Cri de rage et de ralliement, Faire feu résonne comme un appel à résister et à créer des espaces de liberté où veiller les unes sur les autres. Oscillant entre la force et la fragilité de la flamme que portent en elles les survivantes, Julie Gillet dénonce les abus, les agressions et les violences systémiques. Du même élan, elle revisite les blessures et la fatigue que des années de luttes acharnées ont laissé dans son corps et dans son esprit.
À la fois furieuse et douce, la poésie devient alors arme de combat et refuge intime. Célébrant la sororité, l’amour sauvage et la capacité à fleurir malgré tout, ce recueil invite à semer des rires parmi les ruines, car c’est par la joie, vivace et insoumise, que renaît l’espoir.
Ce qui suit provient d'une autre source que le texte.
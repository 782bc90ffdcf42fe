import { Secret, TOTP } from 'otpauth';
import { afterAll, beforeAll, describe, expect, it } from 'vitest';
import type { Actor } from '../../src/domain/access/permissions';
import { signedInBy } from '../../src/server/auth/sessions';
import { asActor } from '../../src/server/db/transaction';
import {
  beginSecondFactor,
  changePassword,
  confirmSecondFactor,
  type Caller,
} from '../../src/server/services/my-account';
import {
  askForPassword,
  openInvitation,
  setPasswordByLink,
  useInvitation,
} from '../../src/server/services/account-letters';
import { changePerson, invite, peoplePage, withdrawInvitation } from '../../src/server/services/people';
import { signIn } from '../../src/server/services/sign-in';
import { testDatabase, type TestDatabase } from '../support/database';
import { PASSWORD, testFleet, type TestFleet } from '../support/fleet';
import { failure } from '../support/refusal';

const CLINIC = 'Weirside Clinic';
const HERE = { address: '192.0.2.7', agent: 'Mozilla/5.0 (X11; Linux x86_64) Firefox/140.0' };
const NEW_PASSWORD = 'ladder-weather-inverter';
let db: TestDatabase;
let fleet: TestFleet;
let manager: Actor;
let technician: Actor;
let stranger: Actor;

beforeAll(async () => {
  db = await testDatabase();
  fleet = await testFleet(db, [CLINIC, 'Netloft Terrace']);
  manager = await fleet.actor('manager@lowfield.example');
  technician = await fleet.actor('technician@lowfield.example');
  stranger = await fleet.actor('manager@harbourline.example');
});
afterAll(() => db.drop());

const at = (minutes = 0) => new Date(Date.now() + minutes * 60_000);
const sendInvitation = (actor: Actor, change: Partial<Parameters<typeof invite>[2]> = {}) =>
  asActor(actor, (tx) =>
    invite(
      tx,
      actor,
      { name: 'Vera Lund', email: 'vera@lowfield.example', role: 'analyst', sites: [], ...change },
      at(),
      HERE.address,
    ),
  );
/** The newest letter's link: what its reader would follow. */
async function tokenOf(to: string): Promise<string> {
  const { rows } = await db.owner.query<{ text_body: string }>(
    'select text_body from message where to_address = $1 order by id desc limit 1',
    [to],
  );
  return /\/(?:invitation|new-password|confirm-email)\/([\w-]+)/.exec(rows[0]?.text_body ?? '')?.[1] ?? '';
}
const enter = (email: string, password: string, code?: string, when = at()) =>
  signIn({ email, password, keep: false, code, ...HERE }, when);
const cookieOf = (setCookie: string) => setCookie.split(';')[0] ?? '';
const personRef = async (email: string) =>
  (await db.owner.query<{ ref: string }>('select ref from person where email = $1', [email])).rows[0]?.ref ??
  '';

describe('an invitation', () => {
  it('comes by letter, is used once, and makes the account with the role it names', async () => {
    await sendInvitation(manager);
    const token = await tokenOf('vera@lowfield.example');
    expect(token).toHaveLength(43);
    expect((await openInvitation(token, at(), HERE.address)).organisation).toBe('Lowfield Solar Works');
    const weak = await failure(useInvitation(token, { name: 'Vera Lund', password: 'short' }, HERE, at()));
    expect(weak.detail.fields?.[0]?.field).toBe('password');
    const { cookie, role } = await useInvitation(
      token,
      { name: 'Vera Lund', password: NEW_PASSWORD },
      HERE,
      at(),
    );
    expect(role).toBe('analyst');
    expect(await signedInBy(cookieOf(cookie))).toMatchObject({ viewer: { name: 'Vera Lund' } });
    const again = await failure(useInvitation(token, { name: 'Other', password: NEW_PASSWORD }, HERE, at()));
    expect(again.kind).toBe('not_found');
    await enter('vera@lowfield.example', NEW_PASSWORD);
  });

  it('keeps no secret in the database', async () => {
    await sendInvitation(manager, { email: 'plain@lowfield.example' });
    const token = await tokenOf('plain@lowfield.example');
    const { rows } = await db.owner.query(`select row_to_json(i)::text as row from invitation i`);
    expect(JSON.stringify(rows)).not.toContain(token);
  });

  it('ends when its week is over, when it is withdrawn, and when a newer one is sent', async () => {
    await sendInvitation(manager, { email: 'old@lowfield.example' });
    const first = await tokenOf('old@lowfield.example');
    expect((await failure(openInvitation(first, at(8 * 24 * 60), HERE.address))).kind).toBe('not_found');
    await sendInvitation(manager, { email: 'OLD@lowfield.example' });
    expect((await failure(openInvitation(first, at(), HERE.address))).kind).toBe('not_found');
    const second = await tokenOf('OLD@lowfield.example');
    const page = await asActor(manager, (tx) => peoplePage(tx, manager, at()));
    const open = page.invitations.find((i) => i.email === 'OLD@lowfield.example');
    await asActor(manager, (tx) => withdrawInvitation(tx, manager, open?.id ?? '', at(), null));
    expect((await failure(openInvitation(second, at(), HERE.address))).kind).toBe('not_found');
  });

  it('to somebody who has an account, or to a customer without sites, is refused at its field', async () => {
    const taken = await failure(sendInvitation(manager, { email: 'ANALYST@lowfield.example' }));
    expect(taken).toMatchObject({ kind: 'conflict', detail: { fields: [{ field: 'email' }] } });
    const none = await failure(sendInvitation(manager, { email: 'c@lowfield.example', role: 'customer' }));
    expect(none).toMatchObject({ kind: 'invalid', detail: { fields: [{ field: 'sites' }] } });
  });

  it('gives no site of another organisation', async () => {
    const refused = await failure(
      sendInvitation(stranger, {
        email: 'x@harbourline.example',
        role: 'customer',
        sites: [fleet.site(CLINIC).ref],
      }),
    );
    expect(refused.detail.fields?.[0]?.field).toBe('sites');
  });
});

describe('a person', () => {
  it('who is deactivated is signed out at once, and in no time can sign in', async () => {
    const { cookie } = await enter('analyst@lowfield.example', PASSWORD);
    const ref = await personRef('analyst@lowfield.example');
    const change = (active: boolean) =>
      asActor(manager, (tx) => changePerson(tx, manager, ref, { active }, at(), null));
    await change(false);
    expect('actor' in (await signedInBy(cookieOf(cookie)))).toBe(false);
    expect((await failure(enter('analyst@lowfield.example', PASSWORD))).kind).toBe('unauthenticated');
    await change(true);
    await enter('analyst@lowfield.example', PASSWORD);
  });

  it('can’t raise their own role, nor can the last manager go', async () => {
    const own = await personRef('manager@lowfield.example');
    const mine = (body: Parameters<typeof changePerson>[3]) =>
      asActor(manager, (tx) => changePerson(tx, manager, own, body, at(), null));
    expect((await failure(mine({ role: 'analyst' }))).kind).toBe('forbidden');
    expect((await failure(mine({ active: false }))).kind).toBe('forbidden');
    const other = await personRef('technician@lowfield.example');
    const by = (actor: Actor, ref: string, body: Parameters<typeof changePerson>[3]) =>
      asActor(actor, (tx) => changePerson(tx, actor, ref, body, at(), null));
    // called by somebody else, were that ever allowed: one manager stays
    expect((await failure(by(technician, own, { active: false }))).kind).toBe('conflict');
    await by(manager, other, { role: 'manager' });
    await by(manager, other, { role: 'technician' });
  });

  it('of another organisation is none', async () => {
    const ref = await personRef('technician@lowfield.example');
    const refused = await failure(
      asActor(stranger, (tx) => changePerson(tx, stranger, ref, { active: false }, at(), null)),
    );
    expect(refused.kind).toBe('not_found');
  });

  it('leaves a trace of every change, before and after', async () => {
    const { rows } = await db.owner.query(
      `select before, after from audit_entry where action = 'people.deactivated'`,
    );
    expect(rows).toEqual([
      {
        before: expect.objectContaining({ active: true }) as unknown,
        after: expect.objectContaining({ active: false }) as unknown,
      },
    ]);
  });
});

describe('a forgotten password', () => {
  it('is set anew by a letter, once; every session ends', async () => {
    const { cookie } = await enter('vera@lowfield.example', NEW_PASSWORD);
    await askForPassword('vera@lowfield.example', HERE.address, at());
    const token = await tokenOf('vera@lowfield.example');
    await setPasswordByLink(token, 'another-roof-another-day', HERE.address, at());
    expect('actor' in (await signedInBy(cookieOf(cookie)))).toBe(false);
    expect((await failure(enter('vera@lowfield.example', NEW_PASSWORD))).kind).toBe('unauthenticated');
    await enter('vera@lowfield.example', 'another-roof-another-day');
    expect((await failure(setPasswordByLink(token, NEW_PASSWORD, HERE.address, at()))).kind).toBe(
      'not_found',
    );
  });

  it('runs out after two hours', async () => {
    await askForPassword('vera@lowfield.example', HERE.address, at());
    const token = await tokenOf('vera@lowfield.example');
    expect((await failure(setPasswordByLink(token, NEW_PASSWORD, HERE.address, at(121)))).kind).toBe(
      'not_found',
    );
  });

  it('of nobody answers as for somebody, and writes no letter', async () => {
    await expect(askForPassword('nobody@lowfield.example', HERE.address, at())).resolves.toBeUndefined();
    const { rows } = await db.owner.query(
      `select 1 from message where to_address = 'nobody@lowfield.example'`,
    );
    expect(rows).toEqual([]);
  });

  it('asked for too often makes wait', async () => {
    for (let i = 0; i < 3; i++) await askForPassword('often@lowfield.example', '192.0.2.9', at());
    const refused = await failure(askForPassword('often@lowfield.example', '192.0.2.9', at()));
    expect(refused.kind).toBe('too_many');
    expect(refused.detail.retryAfterS).toBeGreaterThan(60);
  });
});

describe('one’s own account', () => {
  async function callerOf(email: string): Promise<{ caller: Caller; cookie: string }> {
    const { cookie } = await enter(email, PASSWORD);
    const found = await signedInBy(cookieOf(cookie));
    if (!('actor' in found)) throw new Error('nobody is signed in');
    return { caller: { ...found, address: HERE.address }, cookie };
  }

  it('changes its password with the current one, and signs other devices out', async () => {
    const other = await enter('technician@lowfield.example', PASSWORD);
    const { caller, cookie } = await callerOf('technician@lowfield.example');
    const change = (current: string, password: string) =>
      asActor(caller.actor, (tx) => changePassword(tx, caller, { current, password }));
    expect((await failure(change('wrong', NEW_PASSWORD))).detail.fields?.[0]?.field).toBe('current');
    expect((await failure(change(PASSWORD, 'passwordpassword'))).detail.fields?.[0]?.field).toBe('password');
    await change(PASSWORD, NEW_PASSWORD);
    expect('actor' in (await signedInBy(cookieOf(cookie)))).toBe(true);
    expect('actor' in (await signedInBy(cookieOf(other.cookie)))).toBe(false);
  });

  it('with a second factor asks for its code, each once, and takes a recovery code once', async () => {
    const { caller } = await callerOf('analyst@lowfield.example');
    const begun = await asActor(caller.actor, (tx) => beginSecondFactor(tx, caller, PASSWORD));
    const codeAt = (when: Date) =>
      new TOTP({ secret: Secret.fromBase32(begun.secret), period: 30, digits: 6 }).generate({
        timestamp: when.getTime(),
      });
    const first = at();
    const { recoveryCodes } = await asActor(caller.actor, (tx) =>
      confirmSecondFactor(tx, caller, codeAt(first), first),
    );
    expect(recoveryCodes).toHaveLength(10);
    const bare = await failure(enter('analyst@lowfield.example', PASSWORD));
    expect(bare).toMatchObject({ kind: 'unauthenticated', detail: { fields: [{ field: 'code' }] } });
    // a wrong password says nothing of a second factor
    expect((await failure(enter('analyst@lowfield.example', 'wrong'))).detail.fields).toBeUndefined();
    const later = at(2);
    await enter('analyst@lowfield.example', PASSWORD, codeAt(later), later);
    expect((await failure(enter('analyst@lowfield.example', PASSWORD, codeAt(later), later))).kind).toBe(
      'unauthenticated',
    );
    const spare = recoveryCodes[3] ?? '';
    await enter('analyst@lowfield.example', PASSWORD, spare);
    expect((await failure(enter('analyst@lowfield.example', PASSWORD, spare))).kind).toBe('unauthenticated');
  });
});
mettons 3. quelque chose, mais au dessus de .5. Il y a de très beaux poèmes francs, secs, qui brulent le brûlable, mais c'est pas des cocktails molotov qui s'attaquent aux matériaux plus solides (la brique, le métal, la hiérarchie patriarcale).
Je ne connais pas l'autrice, mais ça me semble être un premier recueil très bien constitué qui va plaire à une génération plus grinçante que la mienne.
Pour un premier recueil de poésie, j’ai trouvé ça plutôt bien fait et intéressant. On sent, au fil des pages, toute la rage de l’autrice et son désir de dénoncer les abus de toutes sortes subis par les femmes, en commençant par les siens. Ça donne donc une poésie hautement personnelle, qui rend compte d’un vécu féminin, mais qui exprime aussi un désir de rallier autour de cette expérience commune aux femmes et de nécessaires luttes féministes (et des luttes sociales en général). C’est un peu inégal, ou plutôt ça semble parfois tirer dans tous les sens, mais j’y ai trouvé une poésie franche et engagée, que j’aurais peut-être aimé voir aller plus loin par moment.